Saved data entries:
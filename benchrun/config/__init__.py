"""Configuration files: bench, sequence and limits schemas, loaded with file:line errors.

- :mod:`benchrun.config.loader` — YAML with line numbers, quantity types, :func:`load_model`.
- :mod:`benchrun.config.bench` — :class:`BenchConfig`, :func:`load_bench`.
- :mod:`benchrun.config.sequence` — :class:`SequenceConfig`, :func:`load_sequence`.
- :mod:`benchrun.config.limits` — limits files (grading).
"""

from benchrun.config.bench import BenchConfig, load_bench
from benchrun.config.sequence import SequenceConfig, load_sequence

__all__ = ["BenchConfig", "SequenceConfig", "load_bench", "load_sequence"]
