Definitions (SI units, times by linear interpolation between samples)
-------------------------------------------------------------------
Switch current during the commutation
    The capture has the diode current, not the switch current. During the commutation the load
    inductor holds its current, so by Kirchhoff's current law at the switch node
    ``i_sw = i_load − i_diode`` with ``i_load ≈ IF`` (``recovery.if_A``, the forward current on
    the plateau just before the commutation; the load current changes by a negligible
    ``V·Δt/L`` across the event). This holds only around the commutation analysed; the caller
    builds ``i_sw`` that way (see :func:`switch_current_from_diode`).
Turn-on energy ``eon_J``
    ``∫ v_sw·i_sw dt`` from ``t_eon_start_s`` — the switch current rising through
    ``current_start_fraction·IF`` (10 %) — to ``t_eon_end_s`` — the switch voltage falling
    through ``voltage_end_fraction·Voff`` (2 %), ``Voff`` being the switch's off-state voltage
    just before the turn-on. This is the integration window used for IGBT turn-on energy in
    IEC 60747-9 practice (10 % of the collector current to 2 % of the collector-emitter
    voltage; fractions from memory, both configurable). The integral is evaluated exactly for
    the piecewise-linear interpolants of the samples: on a segment of length h,
    ``∫ v·i = h·(2·v0·i0 + v0·i1 + v1·i0 + 2·v1·i1)/6``.
Ideal-diode turn-on ``eon_ideal_J`` (our model; stated on the report)
    The energy the same switch would dissipate with a diode that holds no charge. Basis: the
    inductive-load turn-on of a MOS-gated switch (gate-charge description: Baliga, *Fundamentals
    of Power Semiconductor Devices*, ch. 6; idealised turn-on waveforms with diode recovery:
    Mohan, Undeland, Robbins, *Power Electronics*, ch. 2 and 22 — from memory). While the
    current rises the gate charges Ciss, ``di/dt = gm·Ig/Ciss``; the voltage falls once the
    gate current goes into the Miller capacitance. With an ideal diode that happens when the
    switch current reaches the load current ``IL`` (= IF). With a real diode the gate goes on
    charging until the current stops rising (the diode starts to support voltage) and gives
    that charge back as the current decays. At a given switch voltage the Miller charge is the
    same with either diode, so the real switch reaches each voltage level later by the time
    the gate needed to raise the current from IL to its present value at the rise rate:

        ``ΔT(t) = (i_sw(t) − IL) / (di/dt)``    (first order in the gate-charge balance)

    ``di/dt`` is the commutation rate (``recovery.didt_A_per_s``; measured on the switch
    current when absent). The model is then:

    * current rise (``t_eon_start_s`` → the diode current's zero crossing ``t0``): as measured —
      until t0 the diode conducts forward and recovery plays no part;
    * voltage fall: for each voltage level ``v`` below ``V0 = v_sw(t0)`` the real switch falls
      through it (first passage) at ``T(v)`` carrying ``i_sw``; the ideal switch falls through
      it at ``T(v) − ΔT`` carrying IL. ``IL·∫ v dt`` over these ideal level-crossing times, down
      to the window end ``Vend``, is the ideal fall energy (exact trapezoids: on a sampled
      segment v and the ideal time are both linear);
    * where the circuit, not the gate, drives the fall (a snappy diode pulls the switch voltage
      down through the loop inductance: a 5 % band of the fall traversed faster than
      ``forced_rate_factor`` × the duration-weighted median rate), the gate-charge relation
      does not hold there (the switch's output-capacitance current is not the load current);
      the ideal level-crossing times are then bounded by the physics of a Miller fall that
      never speeds up as the voltage falls (Cgd grows at low voltage): ``T_ideal(y)/y`` is made
      non-decreasing in the fall depth ``y = V0 − v``.

    Checked against ngspice runs of the same double-pulse circuits with a charge-free diode
    (tests/test_switching_ngspice.py). Second-order effects left out: the gate current is
    lower while the switch carries the extra current (adds delay: the recovery part comes out
    somewhat low when Irrm is comparable to the switch's current headroom gm·(Vgg − Vplateau)),
    a square-law channel (less gate charge per ampere: somewhat high), and the current of the
    switch's output capacitance during a fall much faster than the gate-driven one.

» Exercise details
Line by line, copy the entries above exactly as they appear.

» Result of the task
filename benchrun/config/__init__.py
"""Configuration files: bench, sequence and limits schemas, loaded with file:line errors.

- :mod:`benchrun.config.loader` — YAML with line numbers, quantity types, :func:`load_model`.
- :mod:`benchrun.config.bench` — :class:`BenchConfig`, :func:`load_bench`.
- :mod:`benchrun.config.sequence` — :class:`SequenceConfig`, :func:`load_sequence`.
- :mod:`benchrun.config.limits` — limits files (grading).
"""

from benchrun.config.bench import BenchConfig, load_bench
from benchrun.config.sequence import SequenceConfig, load_sequence

__all__ = ["BenchConfig", "SequenceConfig", "load_bench", "load_sequence"]
Definitions (SI units, times by linear interpolation between samples)
-------------------------------------------------------------------
Switch current during the commutation
    The capture has the diode current, not the switch current. During the commutation the load
    inductor holds its current, so by Kirchhoff's current law at the switch node
    ``i_sw = i_load − i_diode`` with ``i_load ≈ IF`` (``recovery.if_A``, the forward current on
    the plateau just before the commutation; the load current changes by a negligible
    ``V·Δt/L`` across the event). This holds only around the commutation analysed; the caller
    builds ``i_sw`` that way (see :func:`switch_current_from_diode`).
Turn-on energy ``eon_J``
    ``∫ v_sw·i_sw dt`` from ``t_eon_start_s`` — the switch current rising through
    ``current_start_fraction·IF`` (10 %) — to ``t_eon_end_s`` — the switch voltage falling
    through ``voltage_end_fraction·Voff`` (2 %), ``Voff`` being the switch's off-state voltage
    just before the turn-on. This is the integration window used for IGBT turn-on energy in
    IEC 60747-9 practice (10 % of the collector current to 2 % of the collector-emitter
    voltage; fractions from memory, both configurable). The integral is evaluated exactly for
    the piecewise-linear interpolants of the samples: on a segment of length h,
    ``∫ v·i = h·(2·v0·i0 + v0·i1 + v1·i0 + 2·v1·i1)/6``.
Ideal-diode turn-on ``eon_ideal_J`` (our model; stated on the report)
    The energy the same switch would dissipate with a diode that holds no charge. Basis: the
    inductive-load turn-on of a MOS-gated switch (gate-charge description: Baliga, *Fundamentals
    of Power Semiconductor Devices*, ch. 6; idealised turn-on waveforms with diode recovery:
    Mohan, Undeland, Robbins, *Power Electronics*, ch. 2 and 22 — from memory). While the
    current rises the gate charges Ciss, ``di/dt = gm·Ig/Ciss``; the voltage falls once the
    gate current goes into the Miller capacitance. With an ideal diode that happens when the
    switch current reaches the load current ``IL`` (= IF). With a real diode the gate goes on
    charging until the current stops rising (the diode starts to support voltage) and gives
    that charge back as the current decays. At a given switch voltage the Miller charge is the
    same with either diode, so the real switch reaches each voltage level later by the time
    the gate needed to raise the current from IL to its present value at the rise rate:

        ``ΔT(t) = (i_sw(t) − IL) / (di/dt)``    (first order in the gate-charge balance)

    ``di/dt`` is the commutation rate (``recovery.didt_A_per_s``; measured on the switch
    current when absent). The model is then:

    * current rise (``t_eon_start_s`` → the diode current's zero crossing ``t0``): as measured —
      until t0 the diode conducts forward and recovery plays no part;
    * voltage fall: for each voltage level ``v`` below ``V0 = v_sw(t0)`` the real switch falls
      through it (first passage) at ``T(v)`` carrying ``i_sw``; the ideal switch falls through
      it at ``T(v) − ΔT`` carrying IL. ``IL·∫ v dt`` over these ideal level-crossing times, down
      to the window end ``Vend``, is the ideal fall energy (exact trapezoids: on a sampled
      segment v and the ideal time are both linear);
    * where the circuit, not the gate, drives the fall (a snappy diode pulls the switch voltage
      down through the loop inductance: a 5 % band of the fall traversed faster than
      ``forced_rate_factor`` × the duration-weighted median rate), the gate-charge relation
      does not hold there (the switch's output-capacitance current is not the load current);
      the ideal level-crossing times are then bounded by the physics of a Miller fall that
      never speeds up as the voltage falls (Cgd grows at low voltage): ``T_ideal(y)/y`` is made
      non-decreasing in the fall depth ``y = V0 − v``.

    Checked against ngspice runs of the same double-pulse circuits with a charge-free diode
    (tests/test_switching_ngspice.py). Second-order effects left out: the gate current is
    lower while the switch carries the extra current (adds delay: the recovery part comes out
    somewhat low when Irrm is comparable to the switch's current headroom gm·(Vgg − Vplateau)),
    a square-law channel (less gate charge per ampere: somewhat high), and the current of the
    switch's output capacitance during a fall much faster than the gate-driven one.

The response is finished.